You are viewing a plain text version of this content. The canonical link for it is here.
Posted to user@cassandra.apache.org by Chris Burroughs <ch...@gmail.com> on 2011/04/05 21:04:48 UTC

Minor Follow-up: reduced cached mem; resident set size growth

This is a minor followup to this thread which includes required context:

http://www.mail-archive.com/user@cassandra.apache.org/msg09279.html

I haven't solved the problem, but since negative results can also be
useful I thought I would share them.  Things I tried unsuccessfully (on
individual nodes except for the upgrade):

- Upgrade from Cassandra 0.6 to 0.7
- Different collectors: -XX:+UseParallelGC -XX:+UseParallelOldGC
- JNA (but not mlockall)
- Switch disk_access_mode from standard to mmap_index_only (obviously in
this case RSS is less than useful, but overall memory graph still was
bad looking like this [1]).


On #cassandra there was speculation that a large (200k) row cache may be
inducing heap fragmentation.  I have not ruled this out but have been
unable to do that in stand alone ConcurrentLinkedHashMap stress testing.
 Since turning off the row cache would be a cure worse than the disease
I have not tried that yet with a real cluster.

Future possibilities would be to get the limits set right for mlockall,
trying combinations of the above, and running without caches.

I have gc logs if anyone is interested.

[1] http://img194.imageshack.us/img194/383/2weekmem.png

Re: Minor Follow-up: reduced cached mem; resident set size growth

Posted by Chris Burroughs <ch...@gmail.com>.
On 04/05/2011 03:04 PM, Chris Burroughs wrote:

> I have gc logs if anyone is interested.

This is from a node with standard io, jna enabled, but limits were not
set for mlockall to succeed.  One can see -/+ buffers/cache free
shrinking and the C* pid's RSS growing.


Includes several days of:
gc log
free -s
/proc/$PID/status

http://www.filefactory.com/file/ca94892/n/04-08.tar.gz

Please enjoy!  (If there is a preferred way to share the tarball let me
know.)

Re: Minor Follow-up: reduced cached mem; resident set size growth

Posted by Chris Burroughs <ch...@gmail.com>.
On 04/05/2011 04:38 PM, Peter Schuller wrote:
>> - Different collectors: -XX:+UseParallelGC -XX:+UseParallelOldGC
> 
> Unless you also removed the -XX:+UseConcMarkSweepGC I *think* it takes
> precedence, so that the above options would have no effect.
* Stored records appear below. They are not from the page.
"""From extremes of pressure and temperature to margins against every rating that counts.

A rating written `not known`, and a value the models do not reach, give a margin of None, which is blocked.
"""

from __future__ import annotations

from collections.abc import Iterable, Mapping
from dataclasses import dataclass, replace

from runbook.answers import Corner, Judgement, Margin
from runbook.apparatus.ceiling import pressure_limits
from runbook.apparatus.spaces import joined_spaces
from runbook.assess.corners import Worst, highest_between
from runbook.assess.judging import NARROW_SECONDS, NARROW_SHARE, judge
from runbook.assess.room import gas_margins, outside_margins
from runbook.assess.scene import Scene
from runbook.errors import OutsideValidity
from runbook.quantities import Level, NotKnown, Range

_UNVENTED = "how much steam its open way lets out is not known: write the bore of its valve"


@dataclass(frozen=True, slots=True)
class Extremes:
    """What the vessel may reach over some stretch."""

    pressure: Worst
    """Highest [Pa]."""
    lowest_pressure: float
    """Lowest [Pa]."""
    hot: float
    """Hottest wetted wall [K]."""
    cold: float
    """Coldest wetted wall [K]."""
    released: float = 0.0
    """Gas that may get into the room [kg]."""


def closed_extremes(scene: Scene, high_kg: float, hot: float, cold: float) -> Extremes:
    """Of a closed charge of at most high_kg [kg] with walls between cold and hot [K]."""
    return Extremes(highest_between(scene, high_kg, cold, hot), lowest_pressure(scene, high_kg, cold), hot, cold)


def lowest_pressure(scene: Scene, high_kg: float, cold: float) -> float:
    """Lowest that a closed charge [kg] may come to with a wall at cold [K]: trapped air is not counted on [Pa]."""
    low = scene.barometer.low_Pa
    if cold >= scene.coldest_in_the_open and scene.substance.triple_pressure > scene.barometer.high_Pa:
        return low
    try:
        return min(low, scene.substance.pressure(cold, max(high_kg, 1e-9) / scene.volume[1]))
    except OutsideValidity:
        return 0.0


def open_extremes(scene: Scene, hot: float, cold: float, released: float = 0.0, rise: float | None = 0.0) -> Extremes:
    """Of an open vessel with walls between cold and hot [K] that gives released [kg] to the room.

    rise: how far its steam brings it above the room's pressure [Pa]; None: that is not known.
    """
    at = Corner(None, scene.volume[0], hot)
    worst = Worst(scene.barometer.high_Pa + rise, 0.0, at) if rise is not None else Worst(None, 0.0, at, _UNVENTED)
    return Extremes(worst, scene.barometer.low_Pa, hot, cold, released)


def margins(scene: Scene, reach: Extremes, positions: Mapping[str, str], cause: str) -> list[Margin]:
    """Every margin of these extremes with valves standing so ('do not know' counts as open)."""
    found = list(_pressures(scene, reach, positions, cause))
    found += _temperatures(scene, reach, cause)
    found += outside_margins(scene, reach, cause)
    found += gas_margins(scene, reach, cause)
    return found


def worst_of(many: Iterable[Margin]) -> tuple[Margin, ...]:
    """The worst margin a limit and kind, smallest share of its limit first, unknown before all."""
    kept: dict[tuple[str, str], Margin] = {}
    for one in many:
        key = (one.limit, one.kind)
        if key not in kept or share(one) < share(kept[key]):
            kept[key] = one
    return tuple(sorted(kept.values(), key=share))


def share(one: Margin) -> float:
    """Margin as a share of its limit [1]; -inf where unknown. Temperatures: of 100 K."""
    if one.margin is None or one.allowed is None:
        return float("-inf")
    return one.margin / (100.0 if one.unit == "K" else max(abs(one.allowed), 1e-9))


def with_rate(one: Margin, lasts_s: float | None) -> Margin:
    """The same margin, knowing how long it lasts [s]; None: for ever."""
    short = lasts_s is not None and lasts_s < NARROW_SECONDS
    narrowed = Judgement.NARROW if short and one.judgement is Judgement.CLEAR else one.judgement
    return replace(one, lasts_s=lasts_s, judgement=narrowed)


def _pressures(scene: Scene, reach: Extremes, positions: Mapping[str, str], cause: str) -> Iterable[Margin]:
    spaces = joined_spaces(scene.apparatus, positions, scene.charge_space)
    for limit in pressure_limits(scene.apparatus, spaces):
        worst = reach.pressure
        if limit.level is None:
            yield Margin(
                limit.tag, "pressure", cause, worst.value, None, None, "Pa", Judgement.BLOCKED, worst.at,
                why=f"the rating of {limit.tag} is not known",
            )  # fmt: skip
            continue
        allowed = limit.level.absolute(scene.barometer.low_Pa)
        margin = None if worst.value is None else allowed - worst.value
        threshold = max(worst.uncertainty, NARROW_SHARE * limit.level.gauge(scene.barometer.high_Pa))
        yield Margin(
            limit.tag, "pressure", cause, worst.value, allowed, margin, "Pa", judge(margin, threshold),
            worst.at, why=worst.why,
        )  # fmt: skip


def _temperatures(scene: Scene, reach: Extremes, cause: str) -> list[Margin]:
    found: list[Margin] = []
    volume = scene.volume[0]
    hot, cold = Corner(None, volume, reach.hot), Corner(None, volume, reach.cold)
    for part in scene.apparatus.components:
        if isinstance(part.temperature, NotKnown):
            found.append(_unknown(part.tag, "temperature", cause, reach.hot, hot))
        else:
            found += _between(part.tag, part.temperature, reach, cause, hot, cold)
        if isinstance(part.difference, NotKnown):
            found.append(_unknown(part.tag, "difference", cause, reach.hot - reach.cold, cold))
        elif part.difference is not None and part.difference.high is not None:
            # A wetted face at one extreme while the dry face is in the room, or still at the other extreme.
            gap = max(reach.hot, scene.room_hottest) - min(reach.cold, scene.room_coldest)
            allowed = part.difference.high
            found.append(_upper(part.tag, "difference", cause, gap, allowed, NARROW_SHARE * allowed, cold))
    for device in scene.apparatus.relief:
        if device.space == scene.charge_space and device.at_temperature is not None:
            top = device.at_temperature.high
            if top is not None:
                found.append(_upper(device.tag, "temperature", cause, reach.hot, top, 2.0, hot))
    probe = scene.wall_probe()
    if probe is not None:
        low, high = probe.dial.low, probe.dial.high
        if not isinstance(low, Level) and not isinstance(high, Level):
            found += _between(probe.tag, Range(low, high), reach, cause, hot, cold)
    return found


def _between(tag: str, rating: Range, reach: Extremes, cause: str, hot: Corner, cold: Corner) -> list[Margin]:
    found = []
    ends = [e for e in (rating.low, rating.high) if e is not None]
    threshold = NARROW_SHARE * (max(ends) - min(ends)) if len(ends) == 2 else 2.0
    if rating.high is not None:
        found.append(_upper(tag, "temperature", cause, reach.hot, rating.high, threshold, hot))
    if rating.low is not None:
        margin = reach.cold - rating.low
        found.append(
            Margin(
                tag,
                "lowest temperature",
                cause,
                reach.cold,
                rating.low,
                margin,
                "K",
                judge(margin, threshold),
                cold,
            )
        )
    return found


def _upper(
    tag: str, kind: str, cause: str, worst: float, allowed: float, threshold: float, at: Corner | None
) -> Margin:
    margin = allowed - worst
    return Margin(tag, kind, cause, worst, allowed, margin, "K", judge(margin, threshold), at)


def _unknown(tag: str, kind: str, cause: str, worst: float, at: Corner) -> Margin:
    return Margin(
        tag, kind, cause, worst, None, None, "K", Judgement.BLOCKED, at,
        why=f"the {kind} rating of {tag} is not known",
    )  # fmt: skip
I didn't
> test. In either case, did you definitely confirm CMS was no longer
> being used? (Should be pretty obvious if you ran with
> -XX:+PrintGCDetails which looks plenty different w/o CMS)
> 

More precisely, I did this:

# GC tuning options
#JVM_OPTS="$JVM_OPTS -XX:+UseParNewGC"
#JVM_OPTS="$JVM_OPTS -XX:+UseConcMarkSweepGC"
#JVM_OPTS="$JVM_OPTS -XX:+CMSParallelRemarkEnabled"
#JVM_OPTS="$JVM_OPTS -XX:SurvivorRatio=8"
#JVM_OPTS="$JVM_OPTS -XX:MaxTenuringThreshold=1"
#JVM_OPTS="$JVM_OPTS -XX:CMSInitiatingOccupancyFraction=75"
#JVM_OPTS="$JVM_OPTS -XX:+UseCMSInitiatingOccupancyOnly"
JVM_OPTS="$JVM_OPTS -XX:+UseParallelGC"
JVM_OPTS="$JVM_OPTS -XX:+UseParallelOldGC"


>> I have gc logs if anyone is interested.
> 
> Yes :)
>


By "have gc logs" I meant "had them until I accidental blew them away
while restarting a server".  Will post them in a day or two when there
is a reasonable amount of data or the quantum state collapses and the
problem vanishes when it is observed.


>> [1] http://img194.imageshack.us/img194/383/2weekmem.png
> 
> I did go back and revisit the old thread... maybe I'm missing
> something, but just to be real sure:
> 
> What does the "no color"/white mean on this graph? Is that application
> memory (resident set)?
> 
> I'm not really sure what I'm looking for since you already said you
> tested with 'standard' which rules out the
> resident-set-memory-as-a-result-of-mmap being counted towards the
> leak. But still.
> 

I will be the first to admit that Zabbix's graphs are not the... easiest
to read.  My interpretation is that no "color" is "none of the above"
and by being unavailable is thus in use by applications.  This fits with
what I see will free and measurements of the RSS of the jvm from /proc/.
 I'll leave free -s going for a few days while waiting on the gc logs as
an extra sanity test.  That's probably easier to reason about anyway.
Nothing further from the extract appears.